Menko PMK pun menyampaikan masih banyak pekerjaan rumah yang harus diselesaikan terkait permasalahan PMI. Namun hal itu tidak bisa hanya dibebankan kepada BP2MI, melainkan seluruh pihak termasuk Kementerian Ketenagakerjaan.

"Saya juga masih akan mempelajari bagaimana sebetulnya mata rantai, peta penanganan masalah ini. Kemenko PMK tidak bisa secara eksplisit menyelesaikan masalah ini, tapi saya akan bicara dengan kementerian terkait mudah-mudahan kita bisa terus berupaya keras untuk memperbaiki dan mengatasi ini dengan lebih baik," tegasnya.

Ia menegaskan, sesuai amanat UU dan maupun amanat Presiden Jokowi, PMI yang digadang sebagai pahlawan devisa bagi negara justru malah tidak mendapatkan haknya atas perlindungan serta rasa aman, dan nyaman terutama saat bekerja di luar negeri.

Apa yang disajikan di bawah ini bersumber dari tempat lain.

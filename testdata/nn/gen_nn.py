#!/usr/bin/python3
"""Writes the torch reference fixtures for package nn (stria/nn).

Run from the repository root:  /usr/bin/python3 testdata/nn/gen_nn.py
Outputs (JSON, float64 written with repr, so every value round-trips exactly):
  testdata/nn/conv.json   conv1d forward and all gradients, zero/circular/valid borders
  testdata/nn/net.json    conv->relu->conv->relu->flatten->linear->activation, loss and all gradients
  testdata/nn/adam.json   10 steps of torch.optim.Adam (L2 weight decay) and torch.optim.AdamW

Borders follow package nn: "same" padding pads (K-1)//2 on the left and the rest on
the right (explicit F.pad, mode 'constant' for zero and 'circular' for circular),
then conv1d without padding. Gradients come from autograd on loss = sum(y * dy)
for a random upstream gradient dy. All tensors are float64; the seed is fixed.
"""
import json
import platform
import sys

import numpy as np
import torch
import torch.nn.functional as F

torch.manual_seed(20261201)
DT = torch.float64


def versions():
    return {"python": platform.python_version(), "torch": torch.__version__, "numpy": np.__version__,
            "script": "testdata/nn/gen_nn.py"}


def flat(t):
    return [float(v) for v in t.detach().reshape(-1).tolist()]


def pad(x, k, border):
    if border == "valid":
        return x
    left = (k - 1) // 2
    right = k - 1 - left
    return F.pad(x, (left, right), mode="constant" if border == "zero" else "circular")


def conv_case(name, rows, cin, cout, length, k, stride, border):
    x = torch.randn(rows, cin, length, dtype=DT, requires_grad=True)
    w = (torch.randn(cout, cin, k, dtype=DT) / (cin * k) ** 0.5).requires_grad_()
    b = torch.randn(cout, dtype=DT, requires_grad=True)
    y = F.conv1d(pad(x, k, border), w, b, stride=stride)
    dy = torch.randn_like(y)
    (y * dy).sum().backward()
    return {"name": name, "rows": rows, "in": cin, "out": cout, "length": length, "k": k,
            "stride": stride, "border": border, "outlen": y.shape[2],
            "x": flat(x), "w": flat(w), "b": flat(b), "y": flat(y), "dy": flat(dy),
            "dx": flat(x.grad), "dw": flat(w.grad), "db": flat(b.grad)}


def same_padding_check():
    """torch's own padding='same' (stride 1) against our explicit asymmetric pad, for odd and even K."""
    out = {}
    for k in (2, 3, 8, 9):
        x = torch.randn(2, 3, 17, dtype=DT)
        w = torch.randn(4, 3, k, dtype=DT)
        a = F.conv1d(x, w, padding="same")
        b = F.conv1d(pad(x, k, "zero"), w)
        out["K%d" % k] = bool(a.shape == b.shape and torch.allclose(a, b, rtol=0, atol=1e-12))
    return out


def conv_cases():
    return [
        conv_case("K3 S1 zero In1", 3, 1, 2, 11, 3, 1, "zero"),
        conv_case("K8 S1 zero In3", 2, 3, 2, 13, 8, 1, "zero"),
        conv_case("K8 S1 circular In1", 2, 1, 3, 12, 8, 1, "circular"),
        conv_case("K3 S2 circular In3", 2, 3, 2, 11, 3, 2, "circular"),
        conv_case("K8 S2 zero In1", 2, 1, 2, 15, 8, 2, "zero"),
        conv_case("K9 S1 circular In1 L60", 2, 1, 2, 60, 9, 1, "circular"),
        conv_case("K9 S10 zero In1 L60", 2, 1, 2, 60, 9, 10, "zero"),
        conv_case("K9 S10 circular In3 L60", 2, 3, 2, 60, 9, 10, "circular"),
        conv_case("K8 S10 circular In1 L37", 2, 1, 2, 37, 8, 10, "circular"),
        conv_case("K9 S2 valid In3", 2, 3, 2, 20, 9, 2, "valid"),
        conv_case("K3 S10 valid In1", 2, 1, 2, 25, 3, 10, "valid"),
        conv_case("K8 S1 valid In1", 2, 1, 2, 8, 8, 1, "valid"),
    ]


def net_case(name, rows, cin, length, convs, neurons, act, loss, onehot):
    layers = []
    c, l = cin, length
    for (out, k, stride, border) in convs:
        w = (torch.rand(out, c, k, dtype=DT) * 2 - 1) / (c * k) ** 0.5
        b = (torch.rand(out, dtype=DT) * 2 - 1) / (c * k) ** 0.5 + 0.1
        layers.append((w.requires_grad_(), b.requires_grad_(), k, stride, border))
        lp = l if border == "valid" else l + k - 1
        c, l = out, (lp - k) // stride + 1
    feat = c * l
    rw = ((torch.rand(neurons, feat, dtype=DT) * 2 - 1) / feat ** 0.5).requires_grad_()
    rb = (torch.rand(neurons, dtype=DT) * 2 - 1).requires_grad_()
    if onehot:
        x = torch.zeros(rows, cin, length, dtype=DT)
        for r in range(rows):
            x[r, 0, (r * 5) % length] = 1.0
    else:
        x = torch.randn(rows, cin, length, dtype=DT)
    h = x
    for (w, b, k, stride, border) in layers:
        h = F.relu(F.conv1d(pad(h, k, border), w, b, stride=stride))
    hf = h.flatten(1)
    z = F.linear(hf, rw, rb)
    if act == "softplus":
        pred = F.softplus(z)
    elif act == "exp":
        pred = torch.exp(z)
    else:
        pred = z
    target = torch.rand(rows, neurons, dtype=DT) * 3
    weight = torch.randint(1, 9, (rows,)).to(DT)
    if loss == "mse":
        el = F.mse_loss(pred, target, reduction="none")
    else:
        el = F.poisson_nll_loss(pred, target, log_input=False, full=False, eps=1e-8, reduction="none")
    L = (weight[:, None] * el).sum() / (weight.sum() * neurons)
    pred.retain_grad()
    L.backward()
    params, grads = [], []
    for (w, b, _, _, _) in layers:
        params += flat(w) + flat(b)
        grads += flat(w.grad) + flat(b.grad)
    params += flat(rw) + flat(rb)
    grads += flat(rw.grad) + flat(rb.grad)
    return {"name": name, "rows": rows, "in": cin, "length": length,
            "convs": [{"out": o, "k": k, "stride": s, "border": bd} for (o, k, s, bd) in convs],
            "neurons": neurons, "output": act, "loss": loss, "features": feat,
            "params": params, "x": flat(x), "target": flat(target), "weight": flat(weight),
            "features_out": flat(hf), "pred": flat(pred), "loss_value": float(L),
            "dpred": flat(pred.grad), "grads": grads}


def net_cases():
    two = [(3, 5, 1, "circular"), (4, 4, 2, "zero")]
    return [
        net_case("onehot softplus mse", 7, 1, 12, two, 5, "softplus", "mse", True),
        net_case("onehot softplus poisson", 7, 1, 12, two, 5, "softplus", "poisson", True),
        net_case("onehot exp poisson", 6, 1, 12, two, 9, "exp", "poisson", True),
        net_case("dense exp mse", 5, 3, 10, [(2, 3, 2, "zero"), (3, 2, 1, "valid")], 4, "exp", "mse", False),
        net_case("dense identity mse", 5, 2, 9, [(3, 4, 1, "zero"), (2, 3, 3, "circular")], 6, "identity", "mse", False),
    ]


def adam_case(name, decoupled, lr, betas, eps, wd):
    a = torch.tensor([0.5, 2.0, 1.0, 0.25, 4.0], dtype=DT)
    c = torch.tensor([1.0, -1.0, 0.5, 3.0, 0.0], dtype=DT)
    theta0 = torch.tensor([0.0, 1.0, -2.0, 0.5, 1.5], dtype=DT)
    theta = theta0.clone().requires_grad_()
    cls = torch.optim.AdamW if decoupled else torch.optim.Adam
    opt = cls([theta], lr=lr, betas=betas, eps=eps, weight_decay=wd)
    steps, grads = [], []
    for _ in range(10):
        opt.zero_grad()
        loss = 0.5 * (a * (theta - c) ** 2).sum()
        loss.backward()
        grads.append(flat(theta.grad))
        opt.step()
        steps.append(flat(theta))
    return {"name": name, "decoupled": decoupled, "lr": lr, "beta1": betas[0], "beta2": betas[1],
            "eps": eps, "weight_decay": wd, "a": flat(a), "c": flat(c), "theta0": flat(theta0),
            "grads": grads, "params": steps,
            "loss": "0.5*sum(a*(theta-c)^2), gradient a*(theta-c)"}


def adam_cases():
    return [
        adam_case("Adam defaults", False, 1e-3, (0.9, 0.999), 1e-8, 0.0),
        adam_case("Adam L2 0.1", False, 0.05, (0.9, 0.999), 1e-8, 0.1),
        adam_case("AdamW 0.1", True, 0.05, (0.9, 0.999), 1e-8, 0.1),
        adam_case("AdamW 0.5 betas 0.8 0.99 eps 1e-6", True, 0.1, (0.8, 0.99), 1e-6, 0.5),
    ]


def write(path, cases, **extra):
    with open(path, "w") as f:
        json.dump(dict({"versions": versions(), "cases": cases}, **extra), f, separators=(",", ":"))
        f.write("\n")


if __name__ == "__main__":
    out = sys.argv[1] if len(sys.argv) > 1 else "testdata/nn"
    write(out + "/conv.json", conv_cases(), same_padding_matches=same_padding_check())
    write(out + "/net.json", net_cases())
    write(out + "/adam.json", adam_cases())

"Kami berkomitmen bahwa negara harus hadir untuk melindungi mereka. Saya berharap, Deputi 4 Kemenko PMK nanti bisa memberikan data masalah apa saja yang masih harus kita urai dan selesaikan satu persatu sehingga hak PMI terpenuhi secara baik," pungkas Menko PMK.

Turut hadir dalam kegiatan itu, Menteri Ketenagajerjaan Ida Fauziyah, Menpan RB Tjahjo Kumolo, Kepala BP2MI Benny Rhamdani, serta 300 undangan dari Satgas Sikat Sindikat BP2MI, Pemda, Forkopmindo, NGO, Asosiasi, Yayasan Pendidikan, dan UPT BP2MI. []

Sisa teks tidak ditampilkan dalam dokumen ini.